Thursday, January 3, 2013


I was cleaning out my desk yesterday and I found a pin of a little red wagon along with the thought below.  It seemed like a good message for the New Year!

Some days we skip along, pulling our wagons with great confidence-
So full of energy that the load seems light.
Some days the load seems heavy and we need someone to help us pull our wagons over the bumps in the road.
Some days we are just tired.
We sit in our wagons and let someone else pull us along for a while.
And some days it’s kind of nice to share our little red wagons with a friend.
As you think about yesterday, and make plays for tomorrow, keep in mind that there will be times when you can help pull someone’s little red wagon for a while.  After all, helping to pull each other’s little red wagons is what makes it possible to face the challenges the day brings.

Hint!  Kelly emailed that her school has a "Little Red Wagon Award" that gets passed around by the staff to recognize someone who has helped pull their load.

Learning to ask good questions is a powerful way to improve thinking in students of all ages and is another great tip for 2013.  If you focused on a different tip each week you'd be an expert in no time!

How did you know that?  Encourage children to “think out loud.”  This will help peers develop higher thinking skills.        

Open-ended – Ask open-ended questions, rather than “yes” or “no.”
Avoid judging answers by repeating their response.  “Good thinking!”  “That’s close.”  “I never thought about that before.”  “Kiss your brain!”

Give Time  (Smile!
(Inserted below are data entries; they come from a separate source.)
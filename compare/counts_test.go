package compare

import (
	"errors"
	"fmt"
	"math"
	"math/rand/v2"
	"runtime"
	"strings"
	"testing"

	"gonum.org/v1/gonum/stat/distuv"

	"tandem/compare/stats"
	"tandem/compare/table"
)

// countTable builds a table of n unit bins with a count column "n" (and a
// "common" column when common is not nil), rows from line 2 on.
func countTable(name string, counts, common []float64) *table.Table {
	n := len(counts)
	t := &table.Table{Source: name, LoName: "lo", HiName: "hi", Lo: make([]float64, n), Hi: make([]float64, n),
		Names: []string{"n"}, Cols: [][]float64{counts}, FirstLine: 2}
	for i := range n {
		t.Lo[i], t.Hi[i] = float64(i), float64(i+1)
	}
	if common != nil {
		t.Names = append(t.Names, "common")
		t.Cols = append(t.Cols, common)
	}
	return t
}

func countsOpt() Options {
	o := Defaults()
	o.Counts = true
	return o
}

func TestCountTestsPerBin(t *testing.T) {
	a := []float64{3, 0, 10, 5, 0}
	b := []float64{1, 0, 2, 5, 4}
	cs, err := CountTests(CountInput{A: a, B: b}, CountSettings{Seed: 7})
	if err != nil {
		t.Fatal(err)
	}
	wantTests := []string{TestBinomial, TestNone, TestBinomial, TestBinomial, TestBinomial}
	for i := range a {
		if cs.BinTests[i] != wantTests[i] {
			t.Errorf("bin %d: test %q, want %q", i+1, cs.BinTests[i], wantTests[i])
		}
		if wantTests[i] == TestNone {
			if !math.IsNaN(cs.BinP[i]) {
				t.Errorf("bin %d: p = %v for a bin without events, want NaN", i+1, cs.BinP[i])
			}
			continue
		}
		if want := stats.BinomTest(int64(a[i]), int64(a[i]+b[i]), 0.5); cs.BinP[i] != want {
			t.Errorf("bin %d: p = %v, want %v", i+1, cs.BinP[i], want)
		}
	}
	if cs.Informative != 4 || cs.MinBin != 2 {
		t.Errorf("informative %d, smallest-p bin %d; want 4 and 2", cs.Informative, cs.MinBin)
	}
	if want := 1 - math.Pow(1-cs.MinP, 4); math.Abs(cs.MinPSidak-want) > 1e-15 {
		t.Errorf("Šidák p = %v, want %v", cs.MinPSidak, want)
	}
	// shared events: McNemar on the discordant counts
	cs, err = CountTests(CountInput{A: []float64{5, 3}, B: []float64{4, 3}, Common: []float64{4, 3}}, CountSettings{})
	if err != nil {
		t.Fatal(err)
	}
	if cs.BinTests[0] != TestMcNemar || cs.OnlyA[0] != 1 || cs.OnlyB[0] != 0 || cs.BinP[0] != stats.McNemar(1, 0) {
		t.Errorf("McNemar bin: %q, discordant %d/%d, p %v", cs.BinTests[0], cs.OnlyA[0], cs.OnlyB[0], cs.BinP[0])
	}
	if cs.BinTests[1] != TestNone || cs.Informative != 1 {
		t.Errorf("a bin with no discordant event: %q, informative %d", cs.BinTests[1], cs.Informative)
	}
}

// TestCountTestsReproducible: one seed gives one result, on any number of
// cores; another seed another Monte Carlo.
func TestCountTestsReproducible(t *testing.T) {
	rng := rand.New(rand.NewPCG(1, 2))
	a, b := make([]float64, 40), make([]float64, 40)
	for i := range a {
		a[i] = float64(poisson(rng, 2))
		b[i] = float64(poisson(rng, 2))
	}
	in := CountInput{A: a, B: b}
	x, err := CountTests(in, CountSettings{Seed: 3})
	if err != nil {
		t.Fatal(err)
	}
	old := runtime.GOMAXPROCS(1)
	y, err := CountTests(in, CountSettings{Seed: 3})
	runtime.GOMAXPROCS(old)
	if err != nil {
		t.Fatal(err)
	}
	if x.GP != y.GP || x.PITP != y.PITP {
		t.Errorf("same seed, different results: %v/%v and %v/%v", x.GP, x.PITP, y.GP, y.PITP)
	}
	z, _ := CountTests(in, CountSettings{Seed: 4})
	if z.GP == x.GP && z.PITP == x.PITP {
		t.Errorf("seeds 3 and 4 give the same Monte Carlo and PIT")
	}
}

// TestGMonteCarloExact checks the Monte Carlo p-value of G against its
// exact value, enumerated over every outcome of three small binomials.
func TestGMonteCarloExact(t *testing.T) {
	ns := []int64{3, 5, 2}
	for _, c := range []struct {
		ks []int64
		p0 float64
	}{{[]int64{3, 1, 2}, 0.5}, {[]int64{2, 2, 1}, 0.5}, {[]int64{0, 4, 2}, 0.3}} {
		g := 0.0
		for j := range ns {
			g += gTerm(c.ks[j], ns[j], c.p0)
		}
		exact := 0.0
		for x := int64(0); x <= ns[0]; x++ {
			for y := int64(0); y <= ns[1]; y++ {
				for z := int64(0); z <= ns[2]; z++ {
					gs := gTerm(x, ns[0], c.p0) + gTerm(y, ns[1], c.p0) + gTerm(z, ns[2], c.p0)
					if gs >= g-1e-12*math.Max(g, 1) {
						exact += binom(x, ns[0], c.p0) * binom(y, ns[1], c.p0) * binom(z, ns[2], c.p0)
					}
				}
			}
		}
		const m = 20000
		_, p := gMonteCarlo(c.ks, ns, c.p0, m, 11)
		if se := math.Sqrt(exact * (1 - exact) / m); math.Abs(p-exact) > 4*se+1.0/m {
			t.Errorf("k = %v, p0 = %v: Monte Carlo p %.5f, exact %.5f (error %.5f)", c.ks, c.p0, p, exact, se)
		}
	}
}

func binom(k, n int64, p float64) float64 {
	return distuv.Binomial{N: float64(n), P: p}.Prob(float64(k))
}

// TestCountsRefused: values that are not counts are refused with their
// file and line; bad settings are refused by Validate.
func TestCountsRefused(t *testing.T) {
	for _, c := range []struct {
		a    []float64
		want string
	}{{[]float64{1, -2, 3}, "negative"}, {[]float64{1, 2, 2.5}, "not an integer"}} {
		_, err := Columns(countTable("a.csv", c.a, nil), countTable("b.csv", []float64{1, 1, 1}, nil), []Selection{{Value: "n"}}, countsOpt())
		var te *table.Error
		if !errors.As(err, &te) || te.File != "a.csv" || te.Line == 0 || !strings.Contains(err.Error(), c.want) {
			t.Errorf("%v: got %v, want a table error on a.csv with a line, saying %q", c.a, err, c.want)
		}
	}
	_, err := Columns(countTable("a.csv", []float64{2, 2}, []float64{0, 3}), countTable("b.csv", []float64{2, 2}, nil),
		[]Selection{{Value: "n"}}, func() Options { o := countsOpt(); o.Overlap.Common = "common"; return o }())
	if err == nil || !strings.Contains(err.Error(), "more than either chain") {
		t.Errorf("common > counts: %v", err)
	}
	for _, mod := range []func(*Options){
		func(o *Options) { o.ExposureRatio = -1 },
		func(o *Options) { o.Subset = true },
		func(o *Options) { o.Default = Number(0.5) },
		func(o *Options) { o.MCSamples = -3 },
		func(o *Options) { o.Overlap.Common = "c"; o.ExposureRatio = 2 },
		func(o *Options) { o.Counts = false; o.Seed = 4 },
	} {
		o := countsOpt()
		mod(&o)
		if err := o.Validate(); err == nil {
			t.Errorf("%+v: accepted", o)
		}
	}
}

func TestCountsLike(t *testing.T) {
	sq := func(xs []float64) []float64 {
		out := make([]float64, len(xs))
		for i, x := range xs {
			out[i] = math.Round(math.Sqrt(x)*1000) / 1000 // as a table prints it
		}
		return out
	}
	for _, c := range []struct {
		v    []float64
		s    []float64
		want bool
	}{
		{[]float64{0, 3, 7, 150}, sq([]float64{0, 3, 7, 150}), true},
		{[]float64{30, 40, 50}, sq([]float64{30, 40, 50}), false},              // no sparse bin
		{[]float64{0, 3.5, 7}, sq([]float64{0, 3.5, 7}), false},                // not integers
		{[]float64{0, 3, 7}, []float64{0, 2, 2}, false},                        // not √N
		{[]float64{0, 3, 7}, []float64{1, math.Sqrt(3), math.Sqrt(7)}, true},   // σ = 1 for an empty bin
		{[]float64{-1, 3, 7}, []float64{1, math.Sqrt(3), math.Sqrt(7)}, false}, // negative
		{[]float64{4, 9}, []float64{2.05, 3}, false},                           // beyond rounding
	} {
		if got := CountsLike(c.v, c.s); got != c.want {
			t.Errorf("CountsLike(%v, %v) = %v, want %v", c.v, c.s, got, c.want)
		}
	}
}

// poisson draws from a Poisson distribution (gonum's sampler, on rng).
func poisson(rng *rand.Rand, mu float64) int64 {
	if mu <= 0 {
		return 0
	}
	return int64(distuv.Poisson{Lambda: mu, Src: rng}.Rand())
}

// countPair draws two agreeing count tables of len(mu) bins: with overlap
// fraction f each chain's events are a common part X ~ Poisson(f·μ) and
// its own part ~ Poisson((1-f)·μ) (the "common" column holds X when f > 0).
func countPair(rng *rand.Rand, mu []float64, f float64, scaleB func(i int) float64) (*table.Table, *table.Table) {
	n := len(mu)
	a, b := make([]float64, n), make([]float64, n)
	var c []float64
	if f > 0 {
		c = make([]float64, n)
	}
	for i, m := range mu {
		mb := m
		if scaleB != nil {
			mb = m * scaleB(i)
		}
		x := poisson(rng, f*m)
		a[i] = float64(x + poisson(rng, (1-f)*m))
		b[i] = float64(x + poisson(rng, mb-f*m))
		if c != nil {
			c[i] = float64(x)
		}
	}
	return countTable("a", a, c), countTable("b", b, nil)
}

// minAdjusted is the smallest Holm-adjusted p-value of the results: the
// verdict fails at α exactly when it is <= α (or a check fails).
func minAdjusted(t *testing.T, rs []*Result) float64 {
	t.Helper()
	m := 1.0
	for _, r := range rs {
		for _, c := range r.Criteria {
			switch {
			case c.Kind == KindPValue:
				m = math.Min(m, *c.Adjusted)
			case !c.Pass:
				t.Fatalf("criterion %s failed: %s", c.Name, c.Detail)
			}
		}
	}
	return m
}

// checkRateAt fails when k false alarms in n trials are significantly (one-
// sided, at 0.1 %) more than alpha allows.
func checkRateAt(t *testing.T, what string, k, n int, alpha float64) {
	t.Helper()
	if p := binomialTailAt(k, n, alpha); p < 1e-3 {
		t.Errorf("%s: false-alarm rate %d/%d exceeds α = %v beyond its binomial error (P = %.2g)", what, k, n, alpha, p)
	}
}

func binomialTailAt(k, n int, p float64) float64 {
	if k <= 0 {
		return 1
	}
	return distuv.Binomial{N: float64(n), P: p}.Survival(float64(k) - 0.5)
}

// TestCountsCalibration is the calibration grid of the README's "Count
// data" section: agreeing Poisson tables with a flat mean per bin of 0.1,
// 0.5, 1, 3 and 10, 10 and 100 bins, overlap fractions 0, 0.5 and 0.9; the
// counts verdict (2000 Monte Carlo samples: a valid p-value at any sample
// size) must fail at most at α = 0.01 and 0.05 within the binomial error.
// A pair without any informative event (possible at mean 0.1) cannot be
// compared: its verdict fails on the "informative bins" check, which is a
// refusal rather than a false alarm of a test; such pairs are counted in
// their own column and left out of the rates (which are over the pairs
// that could be compared).
// Fixed seeds; go test -run TestCountsCalibration -v ./compare prints the
// table (-short runs a fifth of the trials).
func TestCountsCalibration(t *testing.T) {
	means := []float64{0.1, 0.5, 1, 3, 10}
	bins := []int{10, 100}
	overlaps := []float64{0, 0.5, 0.9}
	trials := map[int]int{10: 1000, 100: 300}
	if testing.Short() {
		trials = map[int]int{10: 200, 100: 60}
	}
	t.Logf("| bins | mean | overlap | pairs | without an informative event | fail at α = 0.01 | fail at α = 0.05 |")
	t.Logf("| --- | --- | --- | --- | --- | --- | --- |")
	seed := uint64(0)
	for _, nb := range bins {
		for _, f := range overlaps {
			for _, mu := range means {
				seed++
				rng := rand.New(rand.NewPCG(seed, 2026))
				opt := countsOpt()
				opt.MCSamples = 2000
				if f > 0 {
					opt.Overlap.Common = "common"
				}
				m := make([]float64, nb)
				for i := range m {
					m[i] = mu
				}
				n := trials[nb]
				f1, f5, empty := 0, 0, 0
				for k := range n {
					a, b := countPair(rng, m, f, nil)
					opt.Seed = uint64(k)
					rs, err := Columns(a, b, []Selection{{Value: "n"}}, opt)
					if err != nil {
						t.Fatal(err)
					}
					if rs[0].Counts.Informative == 0 {
						empty++
						continue // nothing to compare: the check fails, not a false alarm of a test
					}
					p := minAdjusted(t, rs)
					if p <= 0.01 {
						f1++
					}
					if p <= 0.05 {
						f5++
					}
				}
				what := fmt.Sprintf("%d bins, mean %v, overlap %v", nb, mu, f)
				c := n - empty // pairs that could be compared
				checkRateAt(t, what+" at 0.01", f1, c, 0.01)
				checkRateAt(t, what+" at 0.05", f5, c, 0.05)
				t.Logf("| %d | %v | %v | %d | %d | %.4f ± %.4f | %.4f ± %.4f |", nb, mu, f, n, empty,
					float64(f1)/float64(c), math.Sqrt(0.01*0.99/float64(c)), float64(f5)/float64(c), math.Sqrt(0.05*0.95/float64(c)))
			}
		}
	}
}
J) – Help children think about what they want to say and provide for individual differences by asking children to smile if they know the answer. 

1-2-3 Tell – Ask a question and then slowly count, “1, 2, 3.”  When you say, “Tell,” the children all say the answer.

Thumbs Up Thinking – Tell children to stick up their thumb next to their chest if they have learned something.  Stick up fingers for each additional thing you’ve learned.

Whisper & Release – Children whisper the answer in their fists.  When the teacher says, “Release,” the students open their fists.

Sign Language (Yes/No) – Teach children the signs for “yes” (wiggle fist in the air) and “no” (touch index and middle finger to thumb like a mouth closing).  You can also cut an envelope in half and write “Yes” on the front and “No” on the back.
How Much Do You Know?  - Children hold up on their fingers from 1-5 to indicate how much they know about a particular topic.

Think Partners – Divide children up into pairs and let them discuss answers.
Children can also review information by “teaching” a friend what they have learned.

Phone a Friend – If children don’t know the answer, allow them to phone a friend (place hand by mouth and ear like a phone) for help.
*They could also “ask the audience” for help with a question.

Written Response – Ask children to write the answer to a question.

Illustrated Response – Have children draw the answer to a question.

Pick Sticks – Ask each child to write his/her name on a large craft stick.  Color one end green and one end red.  Place the red end in the bottom of a can.  Ask a question, and then choose a stick.  That child gets to answer the question.  Return their stick to the can with the red end up.

Choral Response – Children answer in unison.

Student Created Questions – Let students generate their own questions for a review.